In 1951, Jünger published The Forest Passage [14], and this is very much the reflections of a man who has lived through the horrors of the World Wars, and who now sees his homeland divided and occupied between the forces of liberal democracy on one side and totalitarian Communism on the other, which are not only imprisoning the individuals under their rule but threaten to unleash apocalyptic destruction at any moment. Jünger no longer talks of the superhuman potential of the Titans to make use of these forces. Rather, he speaks of the “forest rebel,” he who flees into the forest (symbolically), like a guerrilla fighter, to escape the ravages of the modern world and the forces of authoritarianism which seek to dominate and control him (already in this book, Jünger claims that America is “nearing perfection” in this technique through the use of radio and television). The forest rebel is one who withdraws from participating in this inhuman society as much as possible, living according to his own rules, but who seeks to undermine society by performing acts of resistance (even if these are doomed to failure), or through personal disciplines and religious practices. Jünger also calls upon the Germanic tradition of the home as one’s sanctuary: one’s home is a place of freedom, he writes, not because that freedom is guaranteed by law, which can betray you, but rather because one is prepared to fight anyone who tries to violate that space.

And lastly, there is the post-apocalyptic novel Eumeswil [15], published in 1977, which draws on the ideas of Max Stirner and other anarchists. In it, Jünger introduces the concept of the Anarch. “The Anarch is to the anarchist, what the monarch is to the monarchist,” he writes. The Anarch is one who participates fully in modern life, but who is not inwardly part of it. Internally, he still has his own beliefs and values, and sees himself strictly as an observer of events. In other words, he is in this world, but not of it. It bears a striking resemblance to Evola’s idea of apoliteia, and of “riding the tiger.”

Whatever one thinks of Jünger’s life and work, it is undeniable that he was one of the most prominent members of an increasingly rare breed – that of geniuses who make important strides in many different fields simultaneously, and who make a brilliant work of art out of their own lives, both in terms of what they do as well as how they live it. In our age of small men who are encouraged to never grow up and to keep their ambitions low, Jünger is a towering figure from the Age of Titans, a man who dared to live life on his own terms and contributed to transforming the world around him in the process.
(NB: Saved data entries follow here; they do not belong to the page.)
function equilibrium(input: SheetInput): string {
  const { model, solution } = input;
  const factor = loadFactor(model, solution);
  const parts = [
    '<h2>Equilibrium of each shaft</h2>',
    `<p>On every shaft: applied torques + reactions + mesh and coupling torques = 0. The residual is the engine's |Σ| per shaft.${solution.combination ? ` Loads of combination "${esc(solution.combination)}".` : ''}</p>`,
  ];
  for (const sh of model.shafts) {
    const terms: Array<[string, number]> = [];
    for (const t of model.torques ?? []) {
      if (t.shaft !== sh.id) continue;
      const f = factor(t.case);
      if (f === 0) continue;
      const T = t.torque !== undefined ? si(t.torque, 'torque') : (si(t.power, 'power') ?? NaN) / (si(t.speed, 'angularSpeed') ?? NaN);
      terms.push([`torque ${esc(t.id)}${f !== 1 ? ` × ${f}` : ''}`, (T ?? NaN) * f]);
    }
    for (const d of model.distributedTorques ?? []) {
      if (d.shaft !== sh.id) continue;
      const f = factor(d.case);
      if (f === 0) continue;
      const total = (((si(d.start, 'torquePerLength') ?? NaN) + (si(d.end, 'torquePerLength') ?? NaN)) / 2) * ((si(d.to, 'length') ?? NaN) - (si(d.from, 'length') ?? NaN));
      terms.push([`distributed ${esc(d.id)} (t<sub>start</sub> + t<sub>end</sub>)/2 · (to − from)${f !== 1 ? ` × ${f}` : ''}`, total * f]);
    }
    for (const r of solution.reactions) if (r.shaft === sh.id) terms.push([`reaction ${esc(r.support)}`, r.torque]);
    for (const g of solution.gearMeshes) {
      const m = model.gearMeshes?.find((x) => x.id === g.gearMesh);
      if (m?.a.shaft === sh.id) terms.push([`mesh ${esc(g.gearMesh)} (a)`, g.torqueA]);
      if (m?.b.shaft === sh.id) terms.push([`mesh ${esc(g.gearMesh)} (b)`, g.torqueB]);
    }
    for (const c of solution.couplings) {
      const m = model.couplings?.find((x) => x.id === c.coupling);
      if (m?.a.shaft === sh.id) terms.push([`coupling ${esc(c.coupling)} (a)`, c.torqueA]);
      if (m?.b.shaft === sh.id) terms.push([`coupling ${esc(c.coupling)} (b)`, c.torqueB]);
    }
    const sum = terms.reduce((s, [, v]) => s + v, 0);
    const residual = solution.equilibrium.shafts.find((x) => x.shaft === sh.id)?.residual;
    parts.push(`<h3>${esc(sh.id)}</h3>`);
    parts.push(table(['term', 'torque, N·m'], [...terms.map(([k, v]) => [k, sig(v)]), ['<b>Σ</b>', `<b>${sig(sum)}</b>`], ['residual (engine)', sig(residual)]], nums(1)));
  }
  parts.push(`<p>Largest residual over all shafts: ${sig(solution.equilibrium.maxResidual)} N·m.</p>`);
  return parts.join('\n');
}

function results(input: SheetInput): string {
  const s = input.solution;
  const parts = ['<h2>Results</h2>'];
  if (s.reactions.length) {
    parts.push('<h3>Reactions</h3>', table(['support', 'shaft', 'kind', 'torque, N·m', 'rotation, rad'], s.reactions.map((r) => [esc(r.support), esc(r.shaft), r.kind, sig(r.torque), sig(r.rotation)]), nums(3, 4)));
  }
  const segRows: string[][] = [];
  for (const sh of s.shafts) {
    for (const seg of sh.segments) {
      for (const [i, l] of seg.layers.entries()) {
        segRows.push([
          i === 0 ? `${esc(sh.id)}[${seg.index}]` : '',
          i === 0 ? sig(seg.torsionConstant) : '',
          i === 0 ? sig(seg.stiffness) : '',
          i === 0 ? sig(seg.maxAbsTorque) : '',
          i === 0 ? sig(seg.twist) : '',
          esc(l.material),
          sig(l.maxShear),
          l.utilisation === null ? '—' : sig(l.utilisation, 3),
        ]);
      }
    }
  }
  parts.push('<h3>Segments</h3>', table(['segment', 'J, m⁴', 'k, N·m/rad', 'max |T|, N·m', 'twist, rad', 'layer', 'max τ, Pa', 'utilisation'], segRows, nums(1, 2, 3, 4, 6, 7)));
  parts.push(table(['shaft', 'length, m', 'total twist, rad'], s.shafts.map((sh) => [esc(sh.id), exact(sh.length), sig(sh.totalTwist)]), nums(1, 2)));
  if (s.gearMeshes.length)
    parts.push('<h3>Gear meshes</h3>', table(['mesh', 'force F, N', 'torque on a, N·m', 'torque on b, N·m', 'gap g, m'], s.gearMeshes.map((g) => [esc(g.gearMesh), sig(g.force), sig(g.torqueA), sig(g.torqueB), sig(g.gap)]), nums(1, 2, 3, 4)));
  if (s.couplings.length)
    parts.push('<h3>Couplings</h3>', table(['coupling', 'torque on a, N·m', 'torque on b, N·m', 'twist c, rad'], s.couplings.map((c) => [esc(c.coupling), sig(c.torqueA), sig(c.torqueB), sig(c.twist)]), nums(1, 2, 3)));
  if (s.stressRaisers?.length)
    parts.push(
      '<h3>Stress raisers (local peaks)</h3>',
      table(
        ['raiser', 'shaft', 'z, m', 'K<sub>ts</sub>', 'nominal τ, Pa', 'local peak = K<sub>ts</sub> · τ, Pa', 'utilisation'],
        s.stressRaisers.map((r) => [esc(r.id), esc(r.shaft), exact(r.z), sig(r.factor), sig(r.nominalShear), sig(r.localPeak), r.utilisation === null ? '—' : sig(r.utilisation, 3)]),
        nums(2, 3, 4, 5, 6),
      ),
    );
  return parts.join('\n');
}

function checkRow(c: CheckResult): string[] {
  const where = `${esc(c.shaft)}${c.segment !== undefined ? `[${c.segment}]` : ''}${c.material ? ` ${esc(c.material)}` : ''}${c.raiser ? ` (${esc(c.raiser)})` : ''}`;
  return [c.kind, where, sig(c.value), sig(c.limit), sig(c.utilisation, 3), c.pass ? '<span class="pass">pass</span>' : '<span class="fail">FAIL</span>'];
}

function checks(s: Solution): string {
  if (s.checks.length === 0) return '<h2>Checks</h2><p>No checks: the model gives no allowable stress and no twist limits.</p>';
  const shown = s.checks.slice(0, MAX_CHECKS);
  const failed = s.checks.filter((c) => !c.pass).length;
  return `<h2>Checks</h2><p>${s.stats.checksEvaluated} checks evaluated, ${failed} failed${s.checks.length > shown.length ? `; the worst ${shown.length} listed` : ''}. Utilisation = value / limit; pass when ≤ 1.</p>
${table(['check', 'where', 'value', 'limit', 'utilisation', 'result'], shown.map(checkRow), nums(2, 3, 4))}`;
}

function cases(s: Solution): string {
  const parts: string[] = [];
  if (s.combinations?.length) {
    parts.push('<h2>Load cases and combinations</h2>');
    if (s.combination) parts.push(`<p>The segments, equilibrium, results and checks above show combination "${esc(s.combination)}".</p>`);
    const supports = s.combinations[0].reactions.map((r) => r.support);
    parts.push(
      '<h3>Reactions per combination, N·m</h3>',
      table(['combination', ...supports.map(esc), 'residual, N·m'], s.combinations.map((c) => [esc(c.id), ...supports.map((id) => sig(c.reactions.find((r) => r.support === id)?.torque)), sig(c.equilibrium.maxResidual)]), nums(...supports.map((_, i) => i + 1), supports.length + 1)),
    );
    const failed = s.combinations.map((c) => [esc(c.id), String(c.checks.length), String(c.checks.filter((x) => !x.pass).length)]);
    parts.push(table(['combination', 'checks', 'failed'], failed, nums(1, 2)));
  }
  if (s.envelope) {
    parts.push('<h3>Envelope</h3>', table(['support', 'min, N·m', 'in', 'max, N·m', 'in'], s.envelope.reactions.map((r) => [esc(r.support), sig(r.min), esc(r.minCombination), sig(r.max), esc(r.maxCombination)]), nums(1, 3)));
    const rows: string[][] = [];
    for (const sh of s.envelope.shafts) for (const seg of sh.segments) for (const l of seg.layers) rows.push([`${esc(sh.id)}[${seg.index}]`, esc(l.material), sig(l.maxShear), l.utilisation === null ? '—' : sig(l.utilisation, 3), esc(l.combination)]);
    parts.push(table(['segment', 'layer', 'worst τ, Pa', 'utilisation', 'governing combination'], rows, nums(2, 3)));
  }
  if (s.overload) {
    const o = s.overload;
    parts.push(
      '<h2>Overload</h2>',
      `<p class="eq" data-eq="first-yield">first yield factor λ<sub>y</sub> = <b>${o.firstYieldFactor === null ? 'omitted (see the warnings)' : sig(o.firstYieldFactor)}</b>${o.firstYield ? ` at ${esc(o.firstYield.shaft)}, z = ${o.firstYield.z === null ? 'the whole segment' : exact(o.firstYield.z) + ' m'}, layer ${esc(o.firstYield.layer)}` : ''}</p>`,
      `<p class="eq" data-eq="collapse">collapse factor λ<sub>c</sub> = <b>${o.collapseFactor !== null ? sig(o.collapseFactor) : o.firstYieldFactor === null ? 'omitted (see the warnings)' : 'no collapse mechanism'}</b>${o.plasticAt.length ? `; fully plastic at ${o.plasticAt.map((p) => `${esc(p.shaft)} z = ${exact(p.z)} m`).join(', ')}` : ''}</p>`,
    );
  }
  return parts.join('\n');
}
While a great deal of Jünger’s work is available in nearly every other European language, for some reason his books, apart from Storm of Steel, have never caught on in the Anglophone world, and only a small portion of his body of work has been published in English. Fortunately, Telos Press has been making an effort to remedy this situation, and in recent years has issued a number of his works in translation. An excellent introduction to Jünger’s life and ideas is the film 102 Years in the Heart of Europe [16], which consists of an interview with him that was shot by a Swedish crew only a year before his death interspersed with narration.